## Goal of the exercise
Return every line of the records that includes the string "designFractionalDelay".

## Material provided
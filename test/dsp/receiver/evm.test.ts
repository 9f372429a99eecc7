import { describe, expect, it } from 'vitest';
import { parseWaveformConfig } from '../../../src/config/configParse';
import type { WaveformConfigInput } from '../../../src/config/schema';
import { addAwgn } from '../../../src/dsp/channel/awgn';
import { applyFractionalDelay, designFractionalDelay } from '../../../src/dsp/channel/fractionalDelay';
import { resolveNoiseLevel } from '../../../src/dsp/channel/noiseLevels';
import { createRng } from '../../../src/dsp/data/rng';
import { noiseReferenceOf } from '../../../src/dsp/link/linkSimulation';
import { evmLimitFor } from '../../../src/dsp/receiver/evmLimits';
import { measureEvm } from '../../../src/dsp/receiver/evmMeasurement';
import { evmWindowFor } from '../../../src/dsp/receiver/evmWindow';
import { generateWaveform } from '../../../src/dsp/waveform/waveformGenerator';
import { createWaveformPlan } from '../../../src/dsp/waveform/waveformPlan';
import { TEST_SEED } from '../../helpers/seed';

function plan(input: WaveformConfigInput) {
  return createWaveformPlan(parseWaveformConfig(input));
}

describe('EVM window W and positions (TS 36.101 Annex F.5)', () => {
  it('takes W from Table F.5.3-1 for LTE normal CP [S]', () => {
    const expected: Record<number, number> = { 1.4: 5, 3: 12, 5: 32, 10: 66, 15: 102, 20: 136 };
    for (const [bw, w] of Object.entries(expected)) expect(evmWindowFor(plan({ bandwidthMHz: Number(bw) })).windowLengthSamples).toBe(w);
  });

  it('places W positions centred on the CP: 20 MHz (CP 144, W 136) starts the FFT 4 and 139 samples into the CP', () => {
    const w = evmWindowFor(plan({ bandwidthMHz: 20 }));
    expect(w.cpLengthSamples).toBe(144);
    expect(w.lowAdvanceSamples).toBe(144 - 4);
    expect(w.highAdvanceSamples).toBe(144 - 139);
    expect(w.lowAdvanceSamples - w.highAdvanceSamples).toBe(136 - 1);
  });

  it('scales with oversampling and covers extended CP (Table F.5.4-1, from memory) and NR (50 % of the CP, from memory)', () => {
    expect(evmWindowFor(plan({ bandwidthMHz: 5, oversampling: 2 })).windowLengthSamples).toBe(64);
    expect(evmWindowFor(plan({ bandwidthMHz: 5, cyclicPrefix: 'extended' })).windowLengthSamples).toBe(124);
    const nr = evmWindowFor(plan({ standard: 'nr', bandwidthMHz: 100, subcarrierSpacingKHz: 30, waveform: 'ofdm' }));
    expect(nr.cpLengthSamples).toBe(288);
    expect(nr.windowLengthSamples).toBe(144);
  });
});

describe('EVM limits per modulation (REFERENCE.md §5.4)', () => {
  it('LTE UE (36.101 Table 6.5.2.1.1-1), LTE BS (36.104), NR UE (38.101-1 Table 6.4.2.1-1)', () => {
    expect(evmLimitFor('lte', 'uplink', 'qpsk').limitPercent).toBe(17.5);
    expect(evmLimitFor('lte', 'uplink', '16qam').limitPercent).toBe(12.5);
    expect(evmLimitFor('lte', 'uplink', '64qam').limitPercent).toBe(8);
    expect(evmLimitFor('lte', 'uplink', '256qam').limitPercent).toBe(3.5);
    expect(evmLimitFor('lte', 'uplink', '1024qam').limitPercent).toBeUndefined();
    expect(evmLimitFor('lte', 'downlink', '1024qam').limitPercent).toBe(2.5);
    expect(evmLimitFor('nr', 'uplink', 'pi/2-bpsk').limitPercent).toBe(30);
    expect(evmLimitFor('nr', 'uplink', '256qam').limitPercent).toBe(3.5);
    expect(evmLimitFor('custom', 'uplink', 'qpsk').limitPercent).toBeUndefined();
  });
});

describe(`EVM measurement, seed ${TEST_SEED}`, () => {
  function noisy(input: WaveformConfigInput, esN0Db: number) {
    const wave = generateWaveform(parseWaveformConfig(input));
    const { noiseVariance } = resolveNoiseLevel({ esN0Db }, noiseReferenceOf(wave));
    return { wave, rx: addAwgn(wave.waveformIq, noiseVariance, createRng(TEST_SEED), new Float64Array(wave.waveformIq.length)) };
  }

  it('passes QPSK at Es/N0 = 20 dB (EVM ≈ 10 %) and fails it at 13 dB (≈ 22 % > 17.5 %)', () => {
    const input: WaveformConfigInput = { bandwidthMHz: 1.4, symbols: 70, referenceSignals: { enabled: true } };
    const at20 = noisy(input, 20);
    const good = measureEvm(at20.wave.plan, at20.rx).report;
    expect(good.pass).toBe(true);
    expect(good.evmLimitPercent).toBe(17.5);
    const at13 = noisy(input, 13);
    const bad = measureEvm(at13.wave.plan, at13.rx).report;
    expect(bad.evmRmsPercent).toBeGreaterThan(17.5);
    expect(bad.pass).toBe(false);
  });

  it('reports the larger of the two positions: a 30-sample echo spoils the early window (CP margin 4) but not the late one', () => {
    // The late window still sees the echo as a smooth frequency ripple that the 7-pilot smoothing follows to ~1 %.
    const wave = generateWaveform(parseWaveformConfig({ bandwidthMHz: 20, symbols: 14, modulation: '64qam', referenceSignals: { enabled: true } }));
    const echo = applyFractionalDelay(designFractionalDelay(30), wave.waveformIq, new Float64Array(wave.waveformIq.length));
    const rx = new Float64Array(wave.waveformIq.length);
    for (let i = 0; i < rx.length; i++) rx[i] = wave.waveformIq[i]! + 0.3 * echo[i]!;
    const { report } = measureEvm(wave.plan, rx, { timing: 'known' });
    expect(report.evmHighPercent).toBeLessThan(1);
    expect(report.evmLowPercent).toBeGreaterThan(2 * report.evmHighPercent);
    expect(report.reportedPosition).toBe('low');
    expect(report.evmRmsPercent).toBe(report.evmLowPercent);
  });

  it('gives per-symbol EVM (NaN on reference symbols), per-subcarrier EVM and the constellation', () => {
    const { wave, rx } = noisy({ bandwidthMHz: 1.4, symbols: 14, modulation: '16qam', referenceSignals: { enabled: true } }, 25);
    const { report } = measureEvm(wave.plan, rx);
    expect(report.perSymbolPercent).toHaveLength(14);
    expect(Number.isNaN(report.perSymbolPercent[3]!)).toBe(true);
    expect(report.perSymbolPercent.filter((p) => Number.isFinite(p))).toHaveLength(12);
    expect(report.perSubcarrierPercent).toHaveLength(72);
    for (const p of report.perSubcarrierPercent) expect(p).toBeGreaterThan(0);
    expect(report.constellationIq.length).toBe(wave.dataSymbolsIq.length);
    expect(report.evmPeakPercent).toBeGreaterThan(report.evmRmsPercent);
  });
});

## Expected answer
import { applyFractionalDelay, designFractionalDelay } from '../../../src/dsp/channel/fractionalDelay';
    const echo = applyFractionalDelay(designFractionalDelay(30), wave.waveformIq, new Float64Array(wave.waveformIq.length));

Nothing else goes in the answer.